== TASK ITEM ==
Check every line of the entries below for the word "setDraft", then give only the number of lines that have it.
-- INPUT MATERIAL follows --
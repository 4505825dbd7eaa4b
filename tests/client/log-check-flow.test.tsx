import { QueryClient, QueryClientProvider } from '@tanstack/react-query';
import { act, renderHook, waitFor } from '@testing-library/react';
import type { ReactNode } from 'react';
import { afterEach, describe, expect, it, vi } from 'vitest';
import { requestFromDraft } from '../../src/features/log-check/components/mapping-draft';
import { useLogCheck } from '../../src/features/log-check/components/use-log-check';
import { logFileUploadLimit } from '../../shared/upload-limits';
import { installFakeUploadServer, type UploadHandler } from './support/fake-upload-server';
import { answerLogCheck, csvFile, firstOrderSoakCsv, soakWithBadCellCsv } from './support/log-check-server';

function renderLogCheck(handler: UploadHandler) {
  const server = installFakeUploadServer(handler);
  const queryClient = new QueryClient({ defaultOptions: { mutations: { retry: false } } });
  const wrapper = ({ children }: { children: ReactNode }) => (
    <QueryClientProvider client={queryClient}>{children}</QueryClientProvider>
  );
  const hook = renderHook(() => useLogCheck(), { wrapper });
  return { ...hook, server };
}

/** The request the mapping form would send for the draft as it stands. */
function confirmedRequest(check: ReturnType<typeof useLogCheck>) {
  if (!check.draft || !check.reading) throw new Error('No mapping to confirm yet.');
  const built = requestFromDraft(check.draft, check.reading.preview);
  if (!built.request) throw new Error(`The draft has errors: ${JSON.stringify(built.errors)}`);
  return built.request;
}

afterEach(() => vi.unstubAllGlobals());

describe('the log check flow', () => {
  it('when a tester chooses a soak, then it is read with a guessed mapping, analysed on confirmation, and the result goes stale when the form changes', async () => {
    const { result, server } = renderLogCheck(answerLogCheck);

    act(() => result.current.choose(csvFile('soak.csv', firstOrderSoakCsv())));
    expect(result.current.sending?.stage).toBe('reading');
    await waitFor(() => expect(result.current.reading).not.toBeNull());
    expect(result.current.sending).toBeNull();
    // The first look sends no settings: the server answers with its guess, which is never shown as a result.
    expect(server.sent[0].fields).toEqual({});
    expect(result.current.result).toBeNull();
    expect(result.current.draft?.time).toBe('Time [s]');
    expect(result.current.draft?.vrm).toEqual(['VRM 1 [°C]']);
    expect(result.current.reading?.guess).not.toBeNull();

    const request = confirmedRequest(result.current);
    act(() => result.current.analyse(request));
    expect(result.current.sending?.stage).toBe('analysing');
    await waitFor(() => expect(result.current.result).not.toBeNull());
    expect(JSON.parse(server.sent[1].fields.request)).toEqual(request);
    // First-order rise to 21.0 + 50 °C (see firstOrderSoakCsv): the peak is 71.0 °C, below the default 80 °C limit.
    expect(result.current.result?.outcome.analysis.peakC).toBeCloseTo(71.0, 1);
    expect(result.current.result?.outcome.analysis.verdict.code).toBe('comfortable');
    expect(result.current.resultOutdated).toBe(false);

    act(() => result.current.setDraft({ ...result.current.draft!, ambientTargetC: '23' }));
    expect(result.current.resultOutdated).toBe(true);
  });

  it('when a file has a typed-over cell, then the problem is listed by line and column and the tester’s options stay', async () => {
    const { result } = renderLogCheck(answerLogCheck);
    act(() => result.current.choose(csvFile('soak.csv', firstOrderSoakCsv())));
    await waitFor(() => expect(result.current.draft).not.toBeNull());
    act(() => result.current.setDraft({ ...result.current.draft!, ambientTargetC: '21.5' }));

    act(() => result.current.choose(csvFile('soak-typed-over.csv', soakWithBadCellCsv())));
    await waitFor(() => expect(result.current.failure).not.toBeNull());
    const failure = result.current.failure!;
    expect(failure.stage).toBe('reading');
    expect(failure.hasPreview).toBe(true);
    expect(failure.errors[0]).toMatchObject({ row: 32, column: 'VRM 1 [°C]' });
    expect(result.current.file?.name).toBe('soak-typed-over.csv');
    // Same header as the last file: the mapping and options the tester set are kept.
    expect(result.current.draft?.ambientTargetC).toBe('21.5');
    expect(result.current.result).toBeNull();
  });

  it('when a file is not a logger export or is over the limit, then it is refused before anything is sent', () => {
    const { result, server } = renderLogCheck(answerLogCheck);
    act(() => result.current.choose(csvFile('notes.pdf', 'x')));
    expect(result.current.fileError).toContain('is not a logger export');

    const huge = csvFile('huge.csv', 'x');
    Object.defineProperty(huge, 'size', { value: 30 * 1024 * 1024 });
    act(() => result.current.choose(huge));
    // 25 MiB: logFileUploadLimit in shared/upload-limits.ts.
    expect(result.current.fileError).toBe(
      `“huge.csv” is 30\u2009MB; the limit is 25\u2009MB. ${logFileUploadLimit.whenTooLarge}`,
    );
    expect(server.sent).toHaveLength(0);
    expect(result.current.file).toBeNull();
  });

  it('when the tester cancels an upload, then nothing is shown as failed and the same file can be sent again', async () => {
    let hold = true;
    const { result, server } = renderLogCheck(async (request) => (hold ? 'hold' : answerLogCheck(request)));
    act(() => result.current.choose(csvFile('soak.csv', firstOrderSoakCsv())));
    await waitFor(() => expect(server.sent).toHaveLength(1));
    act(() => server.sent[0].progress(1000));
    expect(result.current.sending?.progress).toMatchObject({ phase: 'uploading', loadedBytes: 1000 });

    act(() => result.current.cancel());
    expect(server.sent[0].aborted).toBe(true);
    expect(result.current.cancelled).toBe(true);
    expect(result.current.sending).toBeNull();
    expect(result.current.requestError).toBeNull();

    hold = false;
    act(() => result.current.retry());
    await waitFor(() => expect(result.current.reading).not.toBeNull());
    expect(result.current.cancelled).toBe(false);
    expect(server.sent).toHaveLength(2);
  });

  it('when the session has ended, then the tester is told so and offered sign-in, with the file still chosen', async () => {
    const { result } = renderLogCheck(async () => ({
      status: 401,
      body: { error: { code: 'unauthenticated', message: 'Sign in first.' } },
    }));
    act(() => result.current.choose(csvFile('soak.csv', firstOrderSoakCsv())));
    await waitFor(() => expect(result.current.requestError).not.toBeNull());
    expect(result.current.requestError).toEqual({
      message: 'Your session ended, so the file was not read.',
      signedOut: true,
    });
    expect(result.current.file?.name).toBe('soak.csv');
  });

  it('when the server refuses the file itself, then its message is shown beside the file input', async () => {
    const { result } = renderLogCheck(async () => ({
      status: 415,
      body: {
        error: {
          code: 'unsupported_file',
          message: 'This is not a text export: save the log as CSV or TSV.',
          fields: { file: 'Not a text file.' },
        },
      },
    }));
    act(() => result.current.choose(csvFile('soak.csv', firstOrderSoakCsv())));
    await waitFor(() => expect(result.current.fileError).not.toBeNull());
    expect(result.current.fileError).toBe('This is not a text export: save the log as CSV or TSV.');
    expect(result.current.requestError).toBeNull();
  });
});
-- INPUT MATERIAL concluded --
-- INPUT MATERIAL follows --
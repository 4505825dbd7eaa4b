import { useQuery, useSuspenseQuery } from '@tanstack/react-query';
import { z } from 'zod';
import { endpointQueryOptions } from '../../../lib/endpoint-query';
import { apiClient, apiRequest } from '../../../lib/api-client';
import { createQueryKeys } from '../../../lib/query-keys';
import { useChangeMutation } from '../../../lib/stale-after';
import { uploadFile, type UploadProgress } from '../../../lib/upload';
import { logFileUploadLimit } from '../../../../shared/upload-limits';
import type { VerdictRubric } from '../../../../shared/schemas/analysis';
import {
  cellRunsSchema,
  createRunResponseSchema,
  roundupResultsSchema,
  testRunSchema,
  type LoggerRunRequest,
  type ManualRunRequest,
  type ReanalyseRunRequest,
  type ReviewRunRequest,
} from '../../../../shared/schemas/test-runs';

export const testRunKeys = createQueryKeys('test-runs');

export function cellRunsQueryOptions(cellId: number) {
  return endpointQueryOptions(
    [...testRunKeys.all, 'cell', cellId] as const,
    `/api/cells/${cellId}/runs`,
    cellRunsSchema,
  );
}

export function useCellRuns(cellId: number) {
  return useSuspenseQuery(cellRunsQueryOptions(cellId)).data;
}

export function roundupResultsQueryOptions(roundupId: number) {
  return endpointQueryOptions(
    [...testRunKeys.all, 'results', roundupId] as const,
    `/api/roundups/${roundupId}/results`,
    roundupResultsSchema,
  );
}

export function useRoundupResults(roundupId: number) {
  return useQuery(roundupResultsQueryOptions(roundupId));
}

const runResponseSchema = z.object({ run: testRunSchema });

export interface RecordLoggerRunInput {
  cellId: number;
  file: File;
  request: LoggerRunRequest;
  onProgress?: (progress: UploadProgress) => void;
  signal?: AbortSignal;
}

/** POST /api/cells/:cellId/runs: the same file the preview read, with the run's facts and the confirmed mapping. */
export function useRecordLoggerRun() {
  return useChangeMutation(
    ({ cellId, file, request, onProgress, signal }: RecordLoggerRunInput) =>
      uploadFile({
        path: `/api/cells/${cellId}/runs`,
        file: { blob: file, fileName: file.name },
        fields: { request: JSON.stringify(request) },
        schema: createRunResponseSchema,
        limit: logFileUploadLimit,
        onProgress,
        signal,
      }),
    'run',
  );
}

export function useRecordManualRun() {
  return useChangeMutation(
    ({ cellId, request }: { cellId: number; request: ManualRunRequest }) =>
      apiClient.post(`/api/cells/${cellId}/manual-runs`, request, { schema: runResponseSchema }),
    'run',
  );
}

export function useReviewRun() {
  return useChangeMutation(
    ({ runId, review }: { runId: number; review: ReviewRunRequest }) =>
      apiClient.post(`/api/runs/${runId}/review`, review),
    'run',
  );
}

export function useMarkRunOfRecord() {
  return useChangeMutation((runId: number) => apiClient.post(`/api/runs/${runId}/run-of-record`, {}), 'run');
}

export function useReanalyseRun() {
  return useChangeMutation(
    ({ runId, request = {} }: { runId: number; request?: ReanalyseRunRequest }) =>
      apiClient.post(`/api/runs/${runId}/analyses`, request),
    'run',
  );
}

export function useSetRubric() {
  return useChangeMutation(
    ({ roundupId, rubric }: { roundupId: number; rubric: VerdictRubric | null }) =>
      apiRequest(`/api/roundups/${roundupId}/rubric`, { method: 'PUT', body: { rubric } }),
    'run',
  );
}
-- INPUT MATERIAL concluded --
== YOUR RESPONSE ==
2